Solving trig equations

Periodic graphs cross a level many times: Because sin, cos and tan repeat, an equation like sin x = 0.5 has many solutions. A question fixes a domain (e.g. 0° ≤ x ≤ 360°) and wants all solutions in it — usually two for sin/cos.

Read the interval first: Underline the domain. The number of answers depends on it — over one full period sin = k (|k|<1) gives two solutions.

First solution, then its partner: Take the inverse for the first angle, then use symmetry for the others: sin x = k → x and 180° − x; cos x = k → x and 360° − x; tan x = k → x and x + 180°.

Negative k changes the quadrants: For cos x = −0.5 the solutions are in Q2 and Q3; sketch the unit circle (or use CAST) to place them correctly.
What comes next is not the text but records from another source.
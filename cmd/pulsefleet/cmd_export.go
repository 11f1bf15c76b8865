package main

import (
	"context"
	"errors"
	"fmt"
	"io"
	"math"
	"os"
	"path/filepath"
	"strconv"
	"strings"
	"time"

	"github.com/pulsefleet/pulsefleet/internal/export"
	"github.com/pulsefleet/pulsefleet/internal/participants"
	"github.com/pulsefleet/pulsefleet/internal/progress"
	"github.com/pulsefleet/pulsefleet/internal/store"
)

const exportSummary = `Export trend history from a data directory as CSV or as an HL7 FHIR R4 Bundle.

--format csv: t_s,device,spo2_pct,pulse_bpm,pi_pct,sqi,ratio,flags,source,participant,
one row per stored point (t_s in Unix seconds, empty cells for missing values;
participant: the study participant enrolled to the device at that time, empty
when none); the first six columns are the replay/tune trend input, so the file
replays as is.
--format fhir: a Bundle (type collection) with one Device per device and
Observations: SpO2 (LOINC 59408-5 and 2708-6, UCUM %), pulse rate (LOINC
8867-4, UCUM /min), perfusion index (ISO/IEEE 11073 150448, UCUM %), status
final, effectiveDateTime in RFC 3339 UTC. Missing values give no Observation.
An Observation taken while its device was enrolled has a subject: a Patient
resource carrying only the participant's pseudonymous identifier (system from
--patient-system).

--participant PID exports one participant's history: each enrolled device's
points inside its enrolment, one enrolment after the other (not with --device).

T (--from, --to) is RFC 3339 (2026-11-30T22:00:00Z) or Unix seconds; points
with from <= t < to are exported. Output is streamed (large ranges do not fill
memory); --out FILE is written under a temporary name and renamed when
complete (mode 0600: exports hold health data). Progress goes to stderr when
it is a terminal.

--data DIR opens a stopped gateway's store read-only. --gateway ADDR[,ADDR...]
exports through running gateways (FleetService.ExportTrend, viewer role;
--token or $PULSEFLEET_TOKEN) with the same output byte for byte (CSV),
merged across the gateways of a sharded fleet (a point held by two gateways,
the same device and time, is exported once and counted on stderr); each
gateway reads its store in bounded slices, never holding one read
transaction open for long. A gateway that cannot be read does not stop the
export: the file says it is incomplete (CSV: "# incomplete:" comment lines
after the caution, which readers skip; FHIR: a first entry, an
OperationOutcome with issues of code "incomplete"), naming the gateway and
the devices whose history the reachable gateways' ledgers show to be partly
elsewhere; stderr says the same and the command exits 3.

Research tool, not a certified medical device.`

// exportOptions are the flags of `pulsefleet export`.
type exportOptions struct {
	data, format, out, from, to, base string
	participant, patientSystem        string
	devices                           exportDevices
	client                            clientFlags
	wait                              time.Duration
	noPI                              bool
}

// exportDevices collects --device, repeatable and comma-separated.
type exportDevices []string

func (d *exportDevices) String() string { return strings.Join(*d, ",") }
func (d *exportDevices) Set(s string) error {
	for _, id := range strings.Split(s, ",") {
		if id = strings.TrimSpace(id); id != "" {
			*d = append(*d, id)
		}
	}
	return nil
}

func init() {
	register(command{
		name:    "export",
		summary: exportSummary,
		run: func(ctx context.Context, args []string, s stdio) error {
			var o exportOptions
			fs := newFlagSet("export", "(--data DIR | --gateway ADDR[,ADDR...]) [--device ID] [--from T --to T] --format csv|fhir [--out FILE]", s.err)
			fs.StringVar(&o.data, "data", "", "data directory of a stopped gateway")
			o.client.register(fs)
			fs.Var(&o.devices, "device", "device id to export; repeat or comma-separate for several (default: every device with trend points)")
			fs.StringVar(&o.from, "from", "", "first time exported, RFC 3339 or Unix seconds (default: the beginning)")
			fs.StringVar(&o.to, "to", "", "end of the range, exclusive, RFC 3339 or Unix seconds (default: no end)")
			fs.StringVar(&o.format, "format", "", "csv or fhir (required)")
			fs.StringVar(&o.out, "out", "-", "output file, - for stdout")
			fs.StringVar(&o.base, "fhir-base", "", "fhir: base URL for entry fullUrls, e.g. https://fhir.example.org/r4 (default: no fullUrl)")
			fs.BoolVar(&o.noPI, "no-pi", false, "fhir: leave out perfusion index Observations")
			fs.StringVar(&o.participant, "participant", "", "export only this participant's history, stitched from the enrolments of their devices")
			fs.StringVar(&o.patientSystem, "patient-system", "", "fhir: identifier system URI of the Patient resources standing for participants, e.g. https://study.example.org/participant-id")
			fs.DurationVar(&o.wait, "wait", time.Second, "how long to wait for the store's lock")
			if err := parseFlags(fs, args); err != nil {
				return err
			}
			if (o.data == "") == (o.client.gateways == "") {
				return usagef("--data, --gateway: give exactly one")
			}
			if o.format != "csv" && o.format != "fhir" {
				return usagef("--format %q, want csv or fhir", o.format)
			}
			if o.wait <= 0 || o.wait > time.Hour {
				return usagef("--wait %v, want in (0, 1h]", o.wait)
			}
			var opt export.Options
			var err error
			opt.Devices = o.devices
			if o.participant != "" {
				if err := participants.CheckID("--participant", o.participant); err != nil {
					return usagef("%v", err)
				}
				if len(o.devices) > 0 {
					return usagef("--participant, --device: give one (a participant's devices come from the enrolments)")
				}
				opt.Participant = o.participant
			}
			if opt.FromMS, err = parseExportTime("--from", o.from); err != nil {
				return err
			}
			if opt.ToMS, err = parseExportTime("--to", o.to); err != nil {
				return err
			}
			if o.to != "" && o.from != "" && opt.ToMS <= opt.FromMS {
				return usagef("--to %s is not after --from %s", o.to, o.from)
			}
			if o.to != "" && opt.ToMS <= 0 {
				return usagef("--to %s, want after 1970-01-01T00:00:00Z", o.to)
			}
			return runExport(ctx, o, opt, s)
		},
	})
}

// parseExportTime parses RFC 3339 or Unix seconds into Unix ms; "" is 0.
func parseExportTime(flag, v string) (int64, error) {
	if v == "" {
		return 0, nil
	}
	if t, err := time.Parse(time.RFC3339Nano, v); err == nil {
		return t.UnixMilli(), nil
	}
	f, err := strconv.ParseFloat(v, 64)
	if err != nil || math.IsNaN(f) || math.IsInf(f, 0) || math.Abs(f) > 1e13 {
		return 0, usagef("%s %q, want RFC 3339 (2026-11-30T22:00:00Z) or Unix seconds (1796076000)", flag, v)
	}
	return int64(math.Round(f * 1000)), nil
}

func runExport(ctx context.Context, o exportOptions, opt export.Options, s stdio) error {
	var src export.Source
	var rs *remoteSource
	var gaps *historyGaps
	var addrs []string
	if o.client.gateways != "" {
		var err error
		if addrs, err = o.client.addrs(); err != nil {
			return err
		}
		if rs, err = newRemoteSource(ctx, &o.client, addrs); err != nil {
			return err
		}
		defer rs.Close()
		src = rs
		reachable := reachableOf(addrs, rs.failed)
		if opt.Enrolments, err = remoteEnrolments(ctx, &o.client, reachable); err != nil {
			return err
		}
		gaps = findGaps(ctx, &o.client, reachable, rs.failed, o.devices)
	} else {
		db, err := openExportStore(o)
		if err != nil {
			return err
		}
		defer db.Close()
		src = db
		es, err := db.Enrolments("", "")
		if err != nil {
			return err
		}
		for _, e := range es {
			opt.Enrolments = append(opt.Enrolments, e.Interval())
		}
	}
	prog := newExportProgress(s.err)
	opt.Progress = prog.update
	notes := gaps.notes("trend points", 1000)
	err := writeExportFile(o.out, s.out, func(w io.Writer) error {
		var wr export.Writer
		if o.format == "csv" {
			c := export.NewCSVWriter(w)
			c.SetIncomplete(notes)
			wr = c
		} else {
			wr = export.NewFHIRWriter(w, export.FHIROptions{Timestamp: time.Now(), BaseURL: o.base, SkipPI: o.noPI, PatientSystem: o.patientSystem, Incomplete: notes})
		}
		st, err := export.Run(ctx, src, wr, opt)
		prog.finish(st, err)
		return err
	})
	if err != nil || rs == nil {
		return err
	}
	if rs.dups > 0 {
		fmt.Fprintf(s.err, "pulsefleet export: %d points held by two gateways (the same device and time) were exported once\n", rs.dups)
	}
	printGaps(s.err, "export", gaps, "trend points")
	return incomplete("trend points", len(addrs), rs.failed)
}

func openExportStore(o exportOptions) (*store.DB, error) {
	db, err := store.Open(o.data, store.Options{ReadOnly: true, Timeout: o.wait})
	if err != nil {
		if errors.Is(err, store.ErrLocked) {
			return nil, fmt.Errorf("--data %s: %w: export opens the store read-only but a running gateway holds it: export through it with 'pulsefleet export --gateway ADDR', or stop the gateway", o.data, err)
		}
		return nil, fmt.Errorf("--data %s: %w", o.data, err)
	}
	return db, nil
}

// writeExportFile streams into path through a temporary file in the same
// directory, renamed over path only when write succeeds; "-" writes to stdout.
func writeExportFile(path string, stdout io.Writer, write func(io.Writer) error) error {
	if path == "-" || path == "" {
		return write(stdout)
	}
	f, err := os.CreateTemp(filepath.Dir(path), "."+filepath.Base(path)+".*.tmp")
	if err != nil {
		return fmt.Errorf("--out %s: %w", path, err)
	}
	tmp := f.Name()
	fail := func(err error) error {
		f.Close()
		os.Remove(tmp)
		return err
	}
	if err := write(f); err != nil {
		return fail(err)
	}
	if err := f.Sync(); err != nil {
		return fail(fmt.Errorf("--out %s: %w", path, err))
	}
	if err := f.Close(); err != nil {
		os.Remove(tmp)
		return fmt.Errorf("--out %s: %w", path, err)
	}
	if err := os.Rename(tmp, path); err != nil {
		os.Remove(tmp)
		return fmt.Errorf("--out %s: %w", path, err)
	}
	return nil
}

// exportProgress prints a one-line status to a terminal, at most every 200 ms.
type exportProgress struct {
	line  *progress.Line
	start time.Time
}

func newExportProgress(stderr io.Writer) *exportProgress {
	return &exportProgress{line: progress.New(stderr, 200*time.Millisecond), start: time.Now()}
}

func (p *exportProgress) update(pr export.Progress) {
	if !pr.Done {
		p.line.Draw("export: %d points, device %d/%d %s", pr.Points, pr.DeviceIndex, pr.DeviceCount, pr.Device)
	}
}

func (p *exportProgress) finish(st export.Stats, err error) {
	secs := time.Since(p.start).Seconds()
	state := "done"
	if err != nil {
		state = "stopped"
	}
	p.line.End("export %s: %d points of %d devices in %.1f s (%.0f points/s)", state, st.Points, st.Devices, secs, float64(st.Points)/max(secs, 1e-9))
}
Stretch the interval, solve, then divide: For sin(2x) = k on 0° ≤ x ≤ 360°: let the inside be the new variable, solve over the stretched interval 0° ≤ 2x ≤ 720°, find all those solutions, then divide each by 2. A multiple angle gives more solutions.

Don't divide too early: Find all the 2x solutions across the doubled interval first — if you halve before finding them all, you lose answers.

Substitute, factor, then solve each: An equation like 2sin²x − sinx − 1 = 0 is a quadratic in sin x. Let s = sin x, factor/solve for s, then solve sin x = each value over the interval (rejecting any s outside [−1, 1]).

Use a Pythagorean swap if mixed: If the equation mixes sin² and cos (e.g. 2cos²x + sinx = …), use cos²x = 1 − sin²x first to get a single ratio, then it's a quadratic.

Graph and use intersect: On Paper 2, solve a trig equation by graphing each side and using intersect (or graphing the difference and finding zeros) over the given interval — ideal inside a sinusoidal model (e.g. 'when is the height 5 m?').